Mobile-enabled fraud has risen 680 per cent since 2015, according to data published by RSA Security.
Almost two out of every three fraudulent transactions committed in the first quarter of 2018 involved mobile browsers or applications.
However, phishing remained the most common fraud tactic, accounting for 48 per cent of all detected cyber attacks, and Trojan malware was used in one in four cases.
The RSA believes the large increase in mobile fraud is in part due to poor technical security.
Daniel Cohen, director of the RSA Fraud and Risk Intelligence Unit, said: “There has been a sharp rise in the volume of legitimate transactions carried out over mobile apps, so it is only natural that hackers have followed suit in targeting mobile channels for fraud.

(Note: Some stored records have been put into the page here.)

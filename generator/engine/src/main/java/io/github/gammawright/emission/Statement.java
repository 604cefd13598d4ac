package io.github.gammawright.emission;

/** A step of a method's body. */
sealed interface Statement {

    /** Computes a value and keeps it in a variable. */
    record Define(int value) implements Statement {}

    /** Writes a value into an entry of an array. */
    record Store(int array, int slot, int value) implements Statement {}

    /** Writes zeros into the entries {@code from ≤ slot < to} of an array. */
    record Zero(int array, int from, int to) implements Statement {}
}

“Unfortunately, many mobile apps fail to build security from the ground up. This means cyber criminals and fraudsters are able to slip through the cracks, hijacking mobile applications and siphoning off credentials and funds.

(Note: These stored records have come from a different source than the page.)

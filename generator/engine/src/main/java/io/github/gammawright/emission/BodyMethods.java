package io.github.gammawright.emission;

import com.palantir.javapoet.CodeBlock;
import com.palantir.javapoet.MethodSpec;
import io.github.gammawright.emission.EmissionContext.InputUse;
import io.github.gammawright.graph.Instruction;
import io.github.gammawright.graph.StraightLineProgram;
import java.util.BitSet;
import java.util.List;
import javax.lang.model.element.Modifier;

/** Writes the private method {@code compute} that every public form of evaluation calls, and those that it calls. */
final class BodyMethods {

    private final EmissionContext context;
    private final CallerFunctions functions;
    private final Inlining inlining;
    private final List<Integer> called;
    private final List<InputUse> uses;
    private int workspaceLength;

    BodyMethods(EmissionContext context, CallerFunctions functions) {
        this.context = context;
        this.functions = functions;
        List<Integer> roots = context.kernel().slots().stream()
                .flatMap(List::stream)
                .filter(value -> value >= 0)
                .toList();
        this.inlining = new Inlining(context.program(), roots, context.values()::isGiven, calls(context.program()));
        this.called = functions.used(i -> inlining.uses(i) > 0);
        this.uses = context.inputUses(i -> inlining.uses(i) > 0, functions.coordinates(called));
    }

    /** Sine and cosine stand where the program has them, and not where they are used: a call moves all else to memory. */
    private static BitSet calls(StraightLineProgram program) {
        BitSet calls = new BitSet();
        for (int i = 0; i < program.size(); i++) {
            if (program.instruction(i) instanceof Instruction.Call call && call.isCircular()) {
                calls.set(i);
            }
        }
        return calls;
    }

    /** Writes the methods and says how {@code compute} is called. */
    ComputeSignature emit() {
        workspaceLength = functions.resultLength(called);
        boolean scalars = uses.size() <= PartMethods.MOST_ARGUMENTS;
        int first = context.privateMethods().size();
        CodeBlock work = work();
        ComputeSignature signature = new ComputeSignature(context.names(), uses, scalars, workspaceLength);
        context.privateMethods().add(first, compute(signature, work));
        return signature;
    }

    private MethodSpec compute(ComputeSignature signature, CodeBlock work) {
        MethodSpec.Builder method = MethodSpec.methodBuilder("compute").addModifiers(Modifier.PRIVATE);
        signature.addParameters(method);
        if (!signature.scalars()) {
            for (InputUse use : uses) {
                ArrayTarget array = new ArrayTarget(use.input().name(), signature.offset(use.input()));
                method.addStatement("double $L = $L", use.name(), array.element(use.index()));
            }
        }
        method.addCode(functions.calls(called, i -> inlining.uses(i) > 0, "workspace"));
        return method.addCode(work).build();
    }

    private CodeBlock work() {
        Body body = new Body(
                context.program(),
                inlining,
                context.values(),
                Statements.of(inlining, context.kernel().slots()),
                context.resultTargets());
        List<List<Statement>> parts = Partition.of(body, new BytecodeSize(body));
        if (parts.size() == 1) {
            JavaExpressions printer = context.values().printer(inlining, context.functions());
            return new JavaStatements(printer, context.values()::variable, body.arrays()).print(body.statements());
        }
        PartMethods methods = split(body.withZerosLast());
        if (methods.workspaceLength() > workspaceLength) {
            PartMethods others = split(body.withCopiesLast());
            methods = others.workspaceLength() < methods.workspaceLength() ? others : methods;
        }
        workspaceLength = methods.workspaceLength();
        return methods.emit();
    }

    private PartMethods split(Body body) {
        List<List<Statement>> parts = Partition.of(body, new BytecodeSize(body));
        return new PartMethods(context, body, parts, "part", workspaceLength);
    }
}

“As mobile-related fraud continues to grow, consumers and businesses alike need to be aware of the risks.”
Research published by CACI last summer predicted that the number of mobile banking transactions will more than double by 2022.
RSA Security uncovered 24,581 fraud attacks in the first quarter of 2018, but the proportion involving mobile apps has doubled over the last three years.

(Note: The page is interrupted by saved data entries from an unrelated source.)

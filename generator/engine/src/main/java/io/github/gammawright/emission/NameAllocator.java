package io.github.gammawright.emission;

import java.util.HashMap;
import java.util.HashSet;
import java.util.Locale;
import java.util.Map;
import java.util.Set;

/**
 * Makes distinct, legal Java identifiers from names in any alphabet. Letters are kept where every Java compiler since
 * version 8 takes them, so that the outcome does not depend on the Unicode tables of the running JVM.
 */
final class NameAllocator {

    private static final Set<String> RESERVED = Set.of(
            // keywords, literals and contextual keywords: The Java Language Specification, Java SE 17, section 3.9
            ("abstract assert boolean break byte case catch char class const continue default do double else enum "
                            + "extends final finally float for goto if implements import instanceof int interface long "
                            + "native new package private protected public return short static strictfp super switch "
                            + "synchronized this throw throws transient try void volatile while true false null _ "
                            + "exports module non open opens permits provides record requires sealed to transitive "
                            + "uses var when with yield "
                            // a variable of these names would hide a package or type that the class uses (6.4.2)
                            + "java Math String Object Override SuppressWarnings Arrays Objects Serializable "
                            + "IllegalArgumentException Double Integer Functions")
                    .split(" "));

    private final Set<String> used;
    private final Map<String, Integer> counters = new HashMap<>();

    NameAllocator() {
        this.used = new HashSet<>(RESERVED);
    }

    private NameAllocator(Set<String> used) {
        this.used = new HashSet<>(used);
    }

    /** An allocator that knows all names given so far and forgets what is given later by either. */
    NameAllocator copy() {
        return new NameAllocator(used);
    }

    /** Keeps a name from being given. */
    void reserve(String name) {
        used.add(name);
    }

    boolean isFree(String name) {
        return !used.contains(name);
    }

    /** An identifier as close to the wanted name as is legal and not yet given. */
    String allocate(String wanted) {
        String identifier = identifier(wanted);
        String candidate = identifier;
        for (int i = 1; !used.add(candidate); i++) {
            candidate = i == 1 ? identifier + "_" : identifier + "_" + i;
        }
        return candidate;
    }

    /** The next free name of a numbered series: {@code t1, t2, …}. */
    String next(String prefix) {
        int number = counters.getOrDefault(prefix, 0);
        String candidate;
        do {
            number++;
            candidate = prefix + number;
        } while (!used.add(candidate));
        counters.put(prefix, number);
        return candidate;
    }

    /** A legal identifier, keyword or not; what no Java compiler takes is spelled by its code point. */
    static String identifier(String name) {
        StringBuilder identifier = new StringBuilder();
        name.codePoints().forEach(c -> {
            boolean digit = (c >= '0' && c <= '9') || c == '_';
            if (isLetter(c) || (digit && !identifier.isEmpty())) {
                identifier.appendCodePoint(c);
            } else if (digit) {
                identifier.append('_').appendCodePoint(c);
            } else {
                identifier.append(identifier.isEmpty() ? "u" : "_u");
                identifier.append(Integer.toHexString(c).toUpperCase(Locale.ROOT));
            }
        });
        return identifier.isEmpty() ? "unnamed" : identifier.toString();
    }

    /** Letters of blocks that are settled since Unicode 6.0: Latin, Greek, Cyrillic, kana and the common ideographs. */
    private static boolean isLetter(int c) {
        boolean settled = c < 0x0500 || (c >= 0x1E00 && c < 0x2000) || (c >= 0x3041 && c < 0x3100) || isIdeograph(c);
        return settled && Character.isLetter(c);
    }

    private static boolean isIdeograph(int c) {
        return c >= 0x4E00 && c < 0x9FA6;
    }
}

Just five per cent of all frauds were carried out on mobile apps in 2015, but this figure has now reached almost one in four – with a 63 per cent rise in the last year alone.
Meanwhile, the overall volume of fraudulent transactions involving mobiles is up 680 per cent.
Use of web browsers in fraud has also declined from nearly two thirds to just 35 per cent of cases.
The average value of fraudulent transactions observed in the UK in the first quarter of 2018 was £252.
The figures also highlighted an increase in the use of ‘burner phones’ as 82 per cent of transactions used a new device.
Almost a third of fraud involved new accounts on a new mobile device, which the RSA believes could suggest fraudsters are attempting to leverage stolen identities to create ‘mule accounts’.
The researchers also found that 3.1 million unique compromise cards were recovered over the period.